- **Your assignment**:
Within the data that follows, set down exactly the lines from the one containing "lies away from" through the one containing "edge = max(1, n // 10)", both ends included.

- **Stored items**:
═══

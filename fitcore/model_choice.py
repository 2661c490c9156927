"""Which catalogue model fits a data set: the check made when new data are opened.

Opening new data with the model of the previous data silently fitted a decay to a
calibration line (tau = 4000 +- 24000). The window therefore asks this module, for
the data just opened, whether the method on screen still describes them, and if
not which catalogue model does.

The criterion (our own rule, documented here because the window quotes it):

* every candidate is fitted with the Huber loss and automatic scale (robust, so one
  bad point does not decide the model) on at most ``max_points`` evenly spaced points;
* a candidate *fails* when the fit does not converge, gives non-finite estimates, or
  leaves a parameter that enters the curve nonlinearly (a time constant, a rate, an
  EC50, a width) undetermined: its estimate under two standard uncertainties from
  zero (|t| < 2, common practice for "not significantly different from zero"), the
  "tau = 4000 +- 24000" case. Parameters that enter linearly (offsets, amplitudes,
  polynomial coefficients) are exempt: a calibration line's intercept may well be
  zero within its uncertainty;
  zero within its uncertainty; a candidate also fails when its residuals, in order of
  x, change sign far too seldom (Wald-Wolfowitz runs test, one-sided p < 0.001: the
  curve misses the data systematically; common practice in calibration checks);
* the others are scored by a robust Bayesian information criterion,
  ``n log(s^2) + p log(n)`` with ``s`` the fitted robust scale (the BIC form is common
  practice for choosing among regression models); every model within ``2 log(n)``
  (two parameters' worth) of the lowest counts as fitting as well, and of those the
  one with the fewest parameters is proposed (a calibration line stays a line);
* the model on screen is kept when it does not fail (:func:`fit_problem`), which
  costs no more than its own fit; only then are the other catalogue models tried.
"""
from __future__ import annotations

import math
import warnings
from dataclasses import dataclass
from typing import Callable, Sequence

import numpy as np

from .models import resolve_model
from .solve import fit

#: the catalogue models tried, cheapest and most common first
CANDIDATES = ("line", "line_origin", "poly2", "poly3", "exp_decay", "exp_rise", "power_law",
              "michaelis_menten", "logistic4", "arrhenius", "gauss_peak", "lorentz_peak")


@dataclass(frozen=True)
class ModelScore:
    """How one model fits the data (see the module text for the rule)."""

    model: str
    title: str
    n: int
    p: int
    scale: float
    criterion: float  # robust BIC; inf when the model failed
    problem: str  # "" when the model fits

    @property
    def fits(self) -> bool:
        return not self.problem


@dataclass(frozen=True)
class ModelChoice:
    """The outcome of :func:`choose_model`."""

    keep: bool
    current: ModelScore
    best: ModelScore | None
    scores: tuple[ModelScore, ...]

    def reason(self) -> str:
        """One sentence on why the current model is kept or replaced."""
        cur, best = self.current, self.best
        if self.keep:
            return f"{cur.title} fits these data (checked against {len(self.scores)} catalogue models)."
        if cur.problem:
            why = cur.problem
        else:
            why = (f"its robust scale {cur.scale:.3g} is well above the {best.scale:.3g} of "
                   f"{best.title.lower()} (robust criterion {cur.criterion:.1f} against {best.criterion:.1f})")
        return f"{cur.title} does not fit these data: {why}."


#: peak models, tried only when the data have their highest or lowest values inside the x range
PEAKS = ("gauss_peak", "lorentz_peak")


def _has_inner_extreme(x, y) -> bool:
    """True when the largest or smallest y (after a running median of 5) lies away from
    both ends of the x range (a peak or a dip; monotone data cannot need a peak model)."""
    n = x.size
    if n < 7:
        return True
    yo = y[np.argsort(x, kind="stable")]
    pad = np.pad(yo, 2, mode="edge")
    smooth = np.median(np.lib.stride_tricks.sliding_window_view(pad, 5), axis=1)
    edge = max(1, n // 10)
    inner = slice(edge, n - edge)
    return bool(np.argmax(smooth) in range(n)[inner] or np.argmin(smooth) in range(n)[inner])


def _thin(x, y, sigma, max_points):
    n = x.size
    if n <= max_points:
        return x, y, sigma
    idx = np.unique(np.linspace(0, n - 1, max_points).round().astype(np.intp))
    return x[idx], y[idx], None if sigma is None else sigma[idx]


def _nonlinear_parameters(model, x, values) -> list[bool]:
    """Which parameters enter the curve nonlinearly (a second difference along each)."""
    if model.is_linear:
        return [False] * len(values)
    out = []
    with np.errstate(all="ignore"):
        f0 = np.asarray(model(x, values), float)
        size = float(np.max(np.abs(f0))) if f0.size else 0.0
        for j, v in enumerate(values):
            d = 0.25 * abs(v) if v != 0 else 0.25
            up, down = values.copy(), values.copy()
            up[j] += d
            down[j] -= d
            second = np.asarray(model(x, up), float) - 2.0 * f0 + np.asarray(model(x, down), float)
            out.append(not np.all(np.isfinite(second)) or float(np.max(np.abs(second))) > 1e-9 * max(size, 1e-300))
    return out


def runs_test_p(residuals, x) -> float:
    """One-sided p-value of the Wald-Wolfowitz runs test for too few sign changes.

    Residuals are taken in order of ``x``; zeros are dropped. Normal approximation
    (adequate from about 10 points of each sign; with fewer, 1.0 is returned).
    """
    order = np.argsort(np.asarray(x, float), kind="stable")
    r = np.asarray(residuals, float)[order]
    r = r[np.isfinite(r) & (r != 0)]
    n1 = int(np.count_nonzero(r > 0))
    n2 = int(r.size - n1)
    if n1 < 5 or n2 < 5:
        return 1.0
    runs = 1 + int(np.count_nonzero(np.diff(np.sign(r)) != 0))
    n = n1 + n2
    mean = 2.0 * n1 * n2 / n + 1.0
    var = 2.0 * n1 * n2 * (2.0 * n1 * n2 - n) / (n * n * (n - 1.0))
    if var <= 0:
        return 1.0
    z = (runs - mean) / math.sqrt(var)
    return 0.5 * math.erfc(-z / math.sqrt(2.0))


def fit_problem(model, x, result) -> str:
    """Why ``result`` (a fit of ``model`` to points at ``x``, used points only) does not
    describe the data, or "" when it does (rules in the module text)."""
    m = resolve_model(model)
    values = np.asarray(result.values, float)
    stderr = np.asarray(result.stderr, float)
    p = values.size
    x = np.asarray(x, float)
    if not result.converged:
        return f"the fit does not converge ({result.message.rstrip('.')})"
    if not np.all(np.isfinite(values)):
        return "the estimates are not finite"
    if x.size <= p:
        return f"{x.size} points cannot determine {p} parameters"
    nonlinear = _nonlinear_parameters(m, x, values)
    for i in range(p):
        if not np.isfinite(stderr[i]) or (nonlinear[i] and 2.0 * stderr[i] > abs(values[i])):
            return (f"parameter {result.param_names[i]} is not determined by these data "
                    f"({values[i]:.3g} with standard uncertainty {stderr[i]:.2g})")
    resid = np.asarray(result.residuals, float)
    if resid.size == x.size and runs_test_p(resid, x) < 1e-3:
        return "the curve misses the data systematically (too few sign changes of the residuals along x)"
    return ""


def assess(model, x, y, sigma=None, *, title: str | None = None) -> ModelScore:
    """Fit ``model`` robustly (Huber, automatic scale) and score it."""
    try:
        m = resolve_model(model)
        title = title or m.title or str(model)
    except (ValueError, TypeError) as err:
        return ModelScore(str(model), title or str(model), x.size, 0, math.nan, math.inf, str(err))
    n = int(x.size)
    try:
        with warnings.catch_warnings(), np.errstate(all="ignore"):
            warnings.simplefilter("ignore")
            res = fit(m, x, y, loss="huber", sigma=sigma)
    except (ValueError, ArithmeticError) as err:
        return ModelScore(m.name, title, n, len(m.param_names), math.nan, math.inf,
                          f"the fit is refused ({str(err).rstrip('.')})")
    p = len(res.values)
    problem = fit_problem(m, x, res)
    scale = float(res.scale)
    if problem or not (np.isfinite(scale) and scale >= 0):
        return ModelScore(m.name, title, n, p, scale, math.inf, problem or "no usable scale")
    tiny = np.finfo(float).tiny
    crit = n * math.log(max(scale, tiny) ** 2) + p * math.log(n)
    return ModelScore(m.name, title, n, p, scale, crit, "")


def choose_model(x, y, sigma=None, current="line", *, candidates: Sequence[str] = CANDIDATES,
                 max_points: int = 80, progress: Callable | None = None,
                 cancel: Callable[[], bool] | None = None) -> ModelChoice:
    """Is ``current`` a good model for these data, and if not, which catalogue model is?

    ``x``, ``y``, ``sigma``: the used points (exclusions already removed). Returns a
    :class:`ModelChoice`; ``progress(done, total)`` and ``cancel()`` are called between
    fits (a window runs this off its GUI thread).
    """
    x = np.asarray(x, float)
    y = np.asarray(y, float)
    sigma = None if sigma is None else np.asarray(sigma, float)
    ok = np.isfinite(x) & np.isfinite(y)
    if sigma is not None:
        ok &= np.isfinite(sigma) & (sigma > 0)
        sigma = sigma[ok]
    x, y, sigma = _thin(x[ok], y[ok], sigma, max_points)
    candidates = [c for c in candidates if c not in PEAKS or _has_inner_extreme(x, y)]
    names = list(dict.fromkeys([current] + [c for c in candidates if c != current])) \
        if isinstance(current, str) else [current] + list(candidates)
    scores = []
    for k, name in enumerate(names):
        if cancel is not None and cancel():
            break
        scores.append(assess(name, x, y, sigma))
        if progress is not None:
            progress(k + 1, len(names))
    cur = scores[0]
    fitting = [s for s in scores if s.fits]
    if not fitting:
        return ModelChoice(True, cur, None, tuple(scores))
    lowest = min(s.criterion for s in fitting)
    tolerance = 2.0 * math.log(max(cur.n, 2))
    as_good = [s for s in fitting if s.criterion <= lowest + tolerance]
    best = min(as_good, key=lambda s: (s.p, s.criterion))
    keep = cur.fits and cur.criterion <= lowest + tolerance
    return ModelChoice(keep, cur, best, tuple(scores))
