"""The one model of the work: a data set, a method and an exclusion record.

These types are shared by the library and the window (the window's document holds
them; ``desktop.document.Measurements`` and ``Settings`` are other names for
:class:`DataSet` and :class:`Method`), and a session file stores exactly them
(:mod:`fitcore.session` writes and reads the JSON).

* :class:`DataSet`: x, y, optional sigma, column names and units, where the data came
  from (file and SHA-256), the file row of each point and the notes made while reading.
* :class:`Method`: the model and every option of :func:`fitcore.fit` besides the data.
  Each keyword of ``fit()`` is one field here, with the same name and default; a new
  option of ``fit()`` is one new field line, and it is saved and reopened without any
  other change (the session format writes and reads the option fields generically).
* :class:`Exclusion`: one entry of the exclusion record (point, reason, time).

Nothing here imports Qt.
"""
from __future__ import annotations

from dataclasses import dataclass, field, fields, replace
from typing import Any, Mapping

import numpy as np

from .losses import OWN_SCALE
from .models import get_model, resolve_model

__all__ = ["DataSet", "Method", "Exclusion", "FIT_OPTIONS", "DATA_ARGUMENTS",
           "MODEL_FIELDS", "curve_grid"]

#: points on the x grid a fitted curve is drawn or written on
CURVE_POINTS = 400

#: the keywords of :func:`fitcore.fit` that come from the data set and the exclusion
#: record rather than from the method
DATA_ARGUMENTS = ("model", "x", "y", "sigma", "excluded")
#: the fields of :class:`Method` that say which model is fitted
MODEL_FIELDS = ("model", "model_kind", "model_options")
_MODEL_KINDS = ("builtin", "formula")


# ============================================================================ data set
@dataclass(frozen=True)
class DataSet:
    """One data set: x, y and optional standard uncertainties of y, with their origin.

    Parameters
    ----------
    x, y
        Float arrays of equal length.
    sigma
        Standard uncertainties of y, or None.
    x_name, y_name, sigma_name
        Column names as read from the file.
    x_unit, y_unit
        Units split off the headers ("" when none).
    source
        File path, or a short description such as "clipboard".
    notes
        Human-readable lines about what was skipped or guessed while reading.
    source_rows
        The row of the file (or sheet) each point came from, as the file shows it
        (so a point can be matched to the lab notebook), or None when not known.
    source_sha256
        SHA-256 of the source file's bytes ("" when not known).
    columns
        The column choice as read (``{"x": name, "y": name, "sigma": name or None}``,
        perhaps a sheet); filled from the names when not given.
    """

    x: np.ndarray
    y: np.ndarray
    sigma: np.ndarray | None = None
    x_name: str = "x"
    y_name: str = "y"
    sigma_name: str = ""
    x_unit: str = ""
    y_unit: str = ""
    source: str = ""
    notes: tuple[str, ...] = ()
    source_rows: np.ndarray | None = None
    source_sha256: str = ""
    columns: Mapping = field(default_factory=dict)

    def __post_init__(self):
        x = np.asarray(self.x, dtype=float).ravel()
        y = np.asarray(self.y, dtype=float).ravel()
        if x.size != y.size:
            raise ValueError(f"x has {x.size} values but y has {y.size}; they must match")
        object.__setattr__(self, "x", x)
        object.__setattr__(self, "y", y)
        if self.sigma is not None:
            s = np.asarray(self.sigma, dtype=float).ravel()
            if s.size != x.size:
                raise ValueError(f"sigma has {s.size} values but x and y have {x.size}; "
                                 "they must match")
            object.__setattr__(self, "sigma", s)
        object.__setattr__(self, "notes", tuple(str(n) for n in self.notes))
        if self.source_rows is not None:
            rows = np.asarray(self.source_rows, dtype=np.int64).ravel()
            object.__setattr__(self, "source_rows", rows if rows.size == x.size else None)
        cols = dict(self.columns or {})
        if not cols:
            cols = {"x": self.x_name, "y": self.y_name, "sigma": self.sigma_name or None}
        object.__setattr__(self, "columns", cols)

    def __eq__(self, other):
        if not isinstance(other, DataSet):
            return NotImplemented
        for f in fields(self):
            a, b = getattr(self, f.name), getattr(other, f.name)
            if isinstance(a, np.ndarray) or isinstance(b, np.ndarray):
                if a is None or b is None or not np.array_equal(a, b, equal_nan=True):
                    return False
            elif a != b:
                return False
        return True

    __hash__ = None  # arrays inside: compared by value, not hashable

    @property
    def n(self) -> int:
        return int(self.x.size)

    @property
    def names(self) -> dict:
        return {"x": self.x_name, "y": self.y_name, "sigma": self.sigma_name}

    @property
    def units(self) -> dict:
        return {"x": self.x_unit, "y": self.y_unit}

    def file_row(self, i: int) -> int | None:
        """The file row point ``i`` (0-based) came from, or None."""
        rows = self.source_rows
        return int(rows[i]) if rows is not None and 0 <= i < rows.size else None

    def label(self, which: str) -> str:
        """Axis label such as ``"Time (s)"`` for ``which`` in {"x", "y"}."""
        name, unit = (self.x_name, self.x_unit) if which == "x" else (self.y_name, self.y_unit)
        return f"{name} ({unit})" if unit else name

    def with_(self, **kw) -> "DataSet":
        """A copy with some fields changed."""
        return replace(self, **kw)


def curve_grid(x, n: int = CURVE_POINTS, log_x: bool = False) -> np.ndarray:
    """The x values a fitted curve is evaluated on: ``n`` points from the smallest to
    the largest finite x, evenly spaced, or evenly on a log scale over the positive x
    when ``log_x`` (what a log axis can show). Empty when there is no such x."""
    xs = np.asarray(x, dtype=float).ravel()
    xs = xs[np.isfinite(xs)]
    if log_x:
        xs = xs[xs > 0]
    if xs.size == 0:
        return np.zeros(0)
    lo, hi = float(xs.min()), float(xs.max())
    if log_x and hi > lo:
        return np.geomspace(lo, hi, n)
    return np.linspace(lo, hi, n)


# ============================================================================ method
def _named_floats(value, what: str) -> dict:
    """``{name: float}`` from a mapping or ``(name, value)`` pairs."""
    items = value.items() if isinstance(value, Mapping) else value
    try:
        return {str(k): float(v) for k, v in items}
    except (TypeError, ValueError):
        raise ValueError(f"{what} should map parameter names to numbers, not {value!r}") \
            from None


@dataclass(frozen=True)
class Method:
    """How the fit is made: the model and every option of :func:`fitcore.fit`.

    ``model`` is a built-in model name (``model_kind="builtin"``, with
    ``model_options`` such as a polynomial degree) or formula text
    (``model_kind="formula"``). A model built from Python callables cannot be stored.

    The fields after the model ones are the keyword options of :func:`fitcore.fit`,
    each under its own name with the same default (:data:`FIT_OPTIONS`). To carry a new
    option of ``fit()``, add one field here; saving, reopening, :meth:`to_fit_kwargs`
    and :meth:`from_fit_kwargs` handle it without further change (a test holds this
    class against ``fit()``'s signature).

    ``fixed`` and named ``p0`` may be given as dicts or ``(name, value)`` pairs; an
    empty ``p0`` is None, positional start values are kept as a tuple.
    """

    model: str = "line"
    model_kind: str = "builtin"
    model_options: Mapping = field(default_factory=dict)
    # ---- fit() options, same names and defaults as fitcore.fit's keywords
    loss: str = "l2"
    scale: Any = "auto"
    alpha: float | None = None
    p0: Any = None
    fixed: Mapping = field(default_factory=dict)
    tuning: float | None = None
    sigma_mode: str = "absolute"
    max_iter: int = 2000
    weighting: str | None = None  # a rule of fitcore.weighting ("1/x^2", ...), None = none

    def __post_init__(self):
        s = object.__setattr__
        s(self, "model", str(self.model))
        s(self, "model_kind", str(self.model_kind))
        s(self, "model_options", dict(self.model_options or {}))
        s(self, "fixed", _named_floats(self.fixed or {}, "fixed"))
        p0 = self.p0
        if p0 is not None:
            if isinstance(p0, Mapping) or (
                    len(p0) and all(isinstance(e, (tuple, list)) and len(e) == 2 for e in p0)):
                p0 = _named_floats(p0, "p0")
            else:
                p0 = tuple(float(v) for v in np.asarray(p0, dtype=float).ravel())
            if not len(p0):
                p0 = None
        s(self, "p0", p0)
        if not isinstance(self.scale, str):
            s(self, "scale", float(self.scale))
        for key in ("alpha", "tuning"):
            v = getattr(self, key)
            if v is not None:
                s(self, key, float(v))

    __hash__ = None  # dicts inside: compared by value, not hashable

    # ------------------------------------------------------------------ building
    def with_(self, **kw) -> "Method":
        """A copy with some fields changed (dicts or pairs for ``fixed``/``p0``)."""
        return replace(self, **kw)

    @classmethod
    def from_fit_kwargs(cls, model="line", *, model_kind: str | None = None,
                        model_options: Mapping | None = None, **kw) -> "Method":
        """The method of ``fitcore.fit(model, x, y, **kw)``; ``model`` a built-in name
        or formula text (the kind is told from the name when not given)."""
        unknown = set(kw) - set(FIT_OPTIONS)
        if unknown:
            raise TypeError(f"fit() takes no option(s) {', '.join(sorted(unknown))}")
        if model_kind is None:
            model_kind = "builtin" if _is_builtin_name(model) else "formula"
        return cls(model=model, model_kind=model_kind, model_options=model_options or {}, **kw)

    @classmethod
    def from_result(cls, res, **changes) -> "Method":
        """The method a :class:`~fitcore.FitResult` was made with, as far as the result
        records it: model, loss, shape, tuning constant, held parameters, sigma mode and
        whether the scale was fixed (then its value). Start values are not recorded in a
        result; ``changes`` sets or overrides fields."""
        mdl = res.model
        if _is_builtin_name(mdl.name):
            model, kind = mdl.name, "builtin"
        else:
            model, kind = mdl.name, "formula"
        kw = dict(model=model, model_kind=kind, loss=res.loss, alpha=res.alpha,
                  tuning=res.tuning, fixed=dict(res.fixed))
        if res.loss == "adaptive":
            kw["alpha"] = None  # fitted, not chosen
        if res.sigma is not None and res.sigma_mode in ("absolute", "relative"):
            kw["sigma_mode"] = res.sigma_mode
        if scale_was_fixed(res):
            kw["scale"] = float(res.scale)
        rule = (getattr(res, "info", None) or {}).get("weighting")
        if rule:  # the rule's relative sigma are not the analyst's sigma column
            kw["weighting"] = rule["rule"]
            kw.pop("sigma_mode", None)
        kw.update(changes)
        return cls(**kw)

    # ------------------------------------------------------------------ fitting
    def model_spec(self):
        """What to pass as ``model`` to :func:`fitcore.fit`: the name or formula text,
        or the built model when it has options."""
        if self.model_kind == "formula" or not self.model_options:
            return self.model
        return get_model(self.model, **self.model_options)

    def build_model(self):
        """The :class:`fitcore.Model` (raises ValueError for an unknown model)."""
        return resolve_model(self.model_spec())

    def to_fit_kwargs(self) -> dict:
        """Every option for :func:`fitcore.fit` (besides model, x, y, sigma, excluded).

        ``alpha`` is kept in the method as the analyst's preference for the general loss
        (switching back to it restores the shape), but it is passed only with
        ``loss="general"``: ``fit()`` refuses a shape for a loss that has none. Likewise
        a fixed scale and a tuning constant are passed only with a loss that takes them
        (not least squares, L1 or the adaptive loss: ``fitcore.losses.OWN_SCALE``)."""
        kw = {name: getattr(self, name) for name in FIT_OPTIONS}
        if self.loss != "general":
            del kw["alpha"]
        if self.loss in OWN_SCALE:
            del kw["scale"], kw["tuning"]
        kw["fixed"] = dict(self.fixed) or None
        if isinstance(self.p0, Mapping):
            kw["p0"] = dict(self.p0)
        elif self.p0 is not None:
            kw["p0"] = list(self.p0)
        return kw

    def named_p0(self, param_names) -> dict:
        """Start values by parameter name (positional ones matched to ``param_names``)."""
        if self.p0 is None:
            return {}
        if isinstance(self.p0, Mapping):
            return dict(self.p0)
        return {n: v for n, v in zip(param_names, self.p0)}


#: the :class:`Method` fields that are keyword options of :func:`fitcore.fit`
FIT_OPTIONS = tuple(f.name for f in fields(Method) if f.name not in MODEL_FIELDS)


def _is_builtin_name(name) -> bool:
    try:
        get_model(str(name))
    except (ValueError, TypeError):
        return False
    return True


def scale_was_fixed(res) -> bool:
    """True when the analyst fixed the scale of the fit that gave ``res`` (the fit
    records it as ``res.info["scale_fixed"]``; a result without the record counts as
    an automatic scale)."""
    info = getattr(res, "info", None) or {}
    return bool(info.get("scale_fixed", False))


# ============================================================================ exclusions
@dataclass
class Exclusion:
    """One entry of the exclusion record: a point left out by the analyst."""

    index: int
    reason: str = ""
    time: str = ""  # ISO-8601

    def __post_init__(self):
        self.index = int(self.index)
        self.reason = str(self.reason)
        self.time = str(self.time)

═══

- **Written response**:
    """True when the largest or smallest y (after a running median of 5) lies away from
    both ends of the x range (a peak or a dip; monotone data cannot need a peak model)."""
    n = x.size
    if n < 7:
        return True
    yo = y[np.argsort(x, kind="stable")]
    pad = np.pad(yo, 2, mode="edge")
    smooth = np.median(np.lib.stride_tricks.sliding_window_view(pad, 5), axis=1)
    edge = max(1, n // 10)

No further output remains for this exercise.